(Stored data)
--------------------------------

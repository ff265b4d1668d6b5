"""Sentences about many alphas at once."""

from __future__ import annotations

from soffit.estimate.statistic import NotApplicable
from soffit.judge.multiplicity import Adjustment
from soffit.present.spec import Finding, NumberForm
from soffit.present.wording.numbers import join_names, plural, show
from soffit.study import ManyAlphas

__all__ = ["many_alphas_finding", "tests_phrase"]


def tests_phrase(found: ManyAlphas) -> str:
    """Write how many tests are counted: ``m = 30 tests (12 alphas and 18 unseen trials)``."""
    tests, count = found.tests.tests, found.tests.count
    unseen = tests - count
    rest = f" ({plural(count, 'alpha')} and {plural(unseen, 'unseen trial')})" if unseen else ""
    return f"m = {plural(tests, 'test')}{rest}"


def many_alphas_finding(found: ManyAlphas) -> Finding:
    """Say how many alphas stand out one at a time, how many after adjustment, and the hurdle for a single one."""
    size, count = show(found.tests.size, NumberForm.SHARE), found.tests.count
    if not count:
        return Finding("No alpha has a p-value: the factors replicate every asset.")
    alone = found.names()
    verb = "differs" if len(alone) == 1 else "differ"
    head = f"One at a time, {len(alone):,} of {plural(count, 'alpha')} {verb} from zero at {size}"
    strict, rate = found.names(Adjustment.HOLM), found.names(Adjustment.BENJAMINI_YEKUTIELI)
    kept = f" ({join_names(strict)})" if strict else ""
    middle = (
        f"after Holm's adjustment over {tests_phrase(found)}, {_count(len(strict))}{kept}; with the false "
        f"discovery rate held at {size} under any dependence, {_count(len(rate))}"
    )
    hurdle = (
        f"A single alpha must pass |t| = {show(found.hurdle, NumberForm.RATIO)} instead of "
        f"{show(found.single_hurdle, NumberForm.RATIO)}."
    )
    share = found.share
    zeros = (
        ""
        if isinstance(share, NotApplicable)
        else f" An estimated {show(share.value, NumberForm.SHARE)} of the alphas are truly zero."
    )
    return Finding(f"{head}; {middle}. {hurdle}{zeros}")


def _count(number: int) -> str:
    if not number:
        return "none does"
    return f"{number:,} {'does' if number == 1 else 'do'}"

--------------------------------

■ Exercise:
Please, from the entries above, set down exactly the lines from the one containing "from soffit.estimate.statistic import" through the one containing "def tests_phrase(found: ManyAlphas)", and only those.

■ Answer for this exercise:
from soffit.estimate.statistic import NotApplicable
from soffit.judge.multiplicity import Adjustment
from soffit.present.spec import Finding, NumberForm
from soffit.present.wording.numbers import join_names, plural, show
from soffit.study import ManyAlphas

__all__ = ["many_alphas_finding", "tests_phrase"]


def tests_phrase(found: ManyAlphas) -> str:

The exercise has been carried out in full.